Произнеся эти слова, донья Теодора залилась слезами. Дон Хуан был растроган до глубины души.

— Вы правы, сударыня, что представляете себе будущее в черных красках, — сказал он. — Я страшусь его так же, как и вы. Уважение дея к вам может пройти, и даже скорее, чем вы думаете. Этот покорный вздыхатель скоро сбросит с себя личину кротости, я не сомневаюсь в этом и вижу всю опасность, которой вы подвергаетесь. Но, — продолжал он другим тоном, — я не останусь простым зрителем. Хоть я и невольник, отчаяние придаст мне силы, и, прежде нежели Месоморто нанесет вам оскорбление, я вонжу ему в грудь…

— Ах, дон Хуан, — перебила его вдова де Сифуэнтеса, — как можете вы замышлять такие вещи? Бога ради не приводите их в исполнение. Какие жестокости последуют за этой смертью! Неужели турки не отомстят за нее? Самые ужасные истязания… Я не могу даже подумать об этом без дрожи! К тому же зачем вам напрасно подвергаться опасности? Лишив жизни дея, разве вы вернете мне свободу? Увы, меня, может быть, продадут какому-нибудь извергу, который не будет меня уважать, как Месоморто. К тебе, о небо, взываю, — яви справедливость! Тебе ведомо грубое вожделение дея, ты запрещаешь мне прибегнуть к яду и кинжалу, так предупреди же это преступление, которое ты считаешь грехом!

— Да, сударыня, небеса его не допустят, — сказал Сарате. — Я чувствую, что они меня вдохновляют. То, что мне сейчас пришло в голову, — это тайное внушение свыше. Дей позволил мне с вами видеться с тем, чтобы я убеждал вас ответить на его любовь. Я должен тотчас же отдать ему отчет в нашем разговоре. Надо его обмануть. Я скажу, что вы постепенно примиряетесь со своим положением, что его обращение с вами залечивает ваши раны и что если он будет так продолжать, то может надеяться на все. Помогите мне и со своей стороны. Когда он вас увидит, будьте не так печальны, как обычно; притворитесь, будто его речи доставляют вам некоторое удовольствие.
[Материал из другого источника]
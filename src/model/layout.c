/* The layout CSV: header name,x,y (any order) and optional per-device columns
 * radius,draft,damping,stiffness; an empty cell takes the [device]/[pto] value.
 * Checks names (non-empty, unique), numbers, ranges, coincident positions and
 * overlapping bounding circles, each reported as "FILE:LINE: message". */
#include "core/core_impl.h"
#include "model_impl.h"

#include <math.h>
#include <stdlib.h>
#include <string.h>

enum { C_NAME, C_X, C_Y, C_RADIUS, C_DRAFT, C_DAMPING, C_STIFFNESS, C_COUNT };
static const char *const columns[C_COUNT] = {"name", "x", "y", "radius", "draft", "damping", "stiffness"};

/* Gap below which two bodies' bounding circles count as overlapping: the array's
 * multiple-scattering expansions need the circles apart (common practice: a small
 * positive margin; 1 mm here is far below any real spacing). */
#define LAYOUT_MIN_GAP 1e-3

static int cell(const syi_csv_row *row, int col, double def, double *v, const char *path,
                const char *what, sy_error *err)
{
    if (col < 0 || (size_t)col >= row->n_fields || row->fields[col][0] == '\0') {
        *v = def;
        return SY_OK;
    }
    if (!syi_parse_double(row->fields[col], v))
        return sy_error_set(err, SY_EINPUT, "%s:%zu: %s = '%s' is not a number", path, row->line, what,
                            row->fields[col]);
    return SY_OK;
}

int syi_model_read_layout(sy_model *m, sy_error *err)
{
    syi_csv *csv = NULL;
    int rc = syi_csv_read(m->layout, &csv, err);
    if (rc != SY_OK)
        return rc;
    const char *path = m->layout;
    int col[C_COUNT];
    for (int c = 0; c < C_COUNT; c++)
        col[c] = -1;
    if (csv->n_rows == 0) {
        rc = sy_error_set(err, SY_EINPUT, "%s: empty layout (expected a header name,x,y and one row per device)", path);
        goto done;
    }
    const syi_csv_row *head = &csv->rows[0];
    for (size_t i = 0; i < head->n_fields; i++) {
        int c;
        for (c = 0; c < C_COUNT && strcmp(head->fields[i], columns[c]) != 0; c++)
            ;
        if (c == C_COUNT) {
            rc = sy_error_set(err, SY_EINPUT,
                              "%s:%zu: unknown column '%s' (expected name, x, y and optionally radius, draft, damping, stiffness)",
                              path, head->line, head->fields[i]);
            goto done;
        }
        if (col[c] >= 0) {
            rc = sy_error_set(err, SY_EINPUT, "%s:%zu: column '%s' appears twice", path, head->line, columns[c]);
            goto done;
        }
        col[c] = (int)i;
    }
    for (int c = C_NAME; c <= C_Y; c++)
        if (col[c] < 0) {
            rc = sy_error_set(err, SY_EINPUT, "%s:%zu: header lacks column '%s' (expected name,x,y)", path,
                              head->line, columns[c]);
            goto done;
        }
    size_t n = csv->n_rows - 1;
    if (n == 0) {
        rc = sy_error_set(err, SY_EINPUT, "%s: layout has a header but no devices", path);
        goto done;
    }
    if (n > m->max_bodies) {
        rc = sy_error_set(err, SY_ELIMIT, "%s: %zu devices exceed the limit of %zu (raise [solve] max_bodies if you mean it)",
                          path, n, m->max_bodies);
        goto done;
    }
    m->devices = calloc(n, sizeof *m->devices);
    if (m->devices == NULL) {
        rc = sy_error_set(err, SY_ENOMEM, "%s: %zu devices", path, n);
        goto done;
    }
    for (size_t i = 0; i < n; i++) {
        const syi_csv_row *row = &csv->rows[i + 1];
        sy_model_device *d = &m->devices[i];
        d->line = row->line;
        if (row->n_fields != head->n_fields) {
            rc = sy_error_set(err, SY_EINPUT, "%s:%zu: %zu fields, the header has %zu", path, row->line,
                              row->n_fields, head->n_fields);
            goto done;
        }
        const char *name = row->fields[col[C_NAME]];
        if (name[0] == '\0' || strlen(name) >= sizeof d->name) {
            rc = sy_error_set(err, SY_EINPUT, "%s:%zu: device name must be 1 to %zu characters", path, row->line,
                              sizeof d->name - 1);
            goto done;
        }
        strcpy(d->name, name);
        if (row->fields[col[C_X]][0] == '\0' || row->fields[col[C_Y]][0] == '\0') {
            rc = sy_error_set(err, SY_EINPUT, "%s:%zu: device '%s' needs both x and y (m)", path, row->line, name);
            goto done;
        }
        if ((rc = cell(row, col[C_X], 0, &d->x, path, "x", err)) != SY_OK ||
            (rc = cell(row, col[C_Y], 0, &d->y, path, "y", err)) != SY_OK ||
            (rc = cell(row, col[C_RADIUS], m->radius, &d->radius, path, "radius", err)) != SY_OK ||
            (rc = cell(row, col[C_DRAFT], m->draft, &d->draft, path, "draft", err)) != SY_OK ||
            (rc = cell(row, col[C_DAMPING], m->pto_damping, &d->pto_damping, path, "damping", err)) != SY_OK ||
            (rc = cell(row, col[C_STIFFNESS], m->pto_stiffness, &d->pto_stiffness, path, "stiffness", err)) != SY_OK)
            goto done;
        if (!(d->radius > 0)) {
            rc = sy_error_set(err, SY_EINPUT, "%s:%zu: radius of '%s' must be > 0 m, got %g", path, row->line, name, d->radius);
            goto done;
        }
        if (m->shape == SY_SHAPE_FLOAT && !(d->draft > 0 && d->draft < m->depth)) {
            rc = sy_error_set(err, SY_EINPUT, "%s:%zu: draft of '%s' must be > 0 and < depth %g m, got %g", path,
                              row->line, name, m->depth, d->draft);
            goto done;
        }
        if (m->shape == SY_SHAPE_COLUMN && col[C_DRAFT] >= 0 && row->fields[col[C_DRAFT]][0] != '\0') {
            rc = sy_error_set(err, SY_EINPUT, "%s:%zu: draft does not apply to column '%s'", path, row->line, name);
            goto done;
        }
        if (!(d->pto_damping >= 0)) {
            rc = sy_error_set(err, SY_EINPUT, "%s:%zu: damping of '%s' must be >= 0 N s/m, got %g", path, row->line,
                              name, d->pto_damping);
            goto done;
        }
        for (size_t j = 0; j < i; j++) {
            const sy_model_device *o = &m->devices[j];
            double dist = hypot(d->x - o->x, d->y - o->y);
            if (strcmp(o->name, d->name) == 0) {
                rc = sy_error_set(err, SY_EINPUT, "%s:%zu: device name '%s' already used on line %zu", path,
                                  row->line, name, o->line);
                goto done;
            }
            if (dist == 0.0) {
                rc = sy_error_set(err, SY_EINPUT, "%s:%zu: device '%s' at the same position (%g, %g) as '%s' on line %zu",
                                  path, row->line, name, d->x, d->y, o->name, o->line);
                goto done;
            }
            if (dist < d->radius + o->radius + LAYOUT_MIN_GAP) {
                rc = sy_error_set(err, SY_EINPUT,
                                  "%s:%zu: devices '%s' and '%s' (line %zu) overlap: centre distance %g m < sum of radii %g m",
                                  path, row->line, name, o->name, o->line, dist, d->radius + o->radius);
                goto done;
            }
        }
    }
    m->n_devices = n;
done:
    syi_csv_free(csv);
    return rc;
}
— Что за насилие! — перебила его донья Теодора. — Как может чистая, правдивая душа выдержать это, не изменив себе, и какова же будет награда за столь тягостное притворство?

— Дей будет радоваться этой перемене, — ответил он, — и захочет окончательно завоевать ваше сердце своей любезностью; а я тем временем буду торопиться, чтобы освободить вас. Сознаюсь, задача нелегкая; но я знаком с одним весьма ловким невольником и надеюсь, что его изворотливость пригодится нам. Я вас покидаю, — продолжал он, — дело не терпит проволочки. Мы еще увидимся. Я пойду к дею и постараюсь баснями утихомирить его страсть. А вы, сударыня, приготовьтесь его встретить: притворяйтесь, старайтесь, чтобы ваши глаза, оскорбленные его присутствием, не глядели чересчур гневно и строго, чтобы с ваших уст, которые открываются лишь для того, чтобы жаловаться на судьбу, срывались бы слова, приятные тирану. Не бойтесь показать излишнюю благосклонность: надо все посулить, чтобы ничего не дать.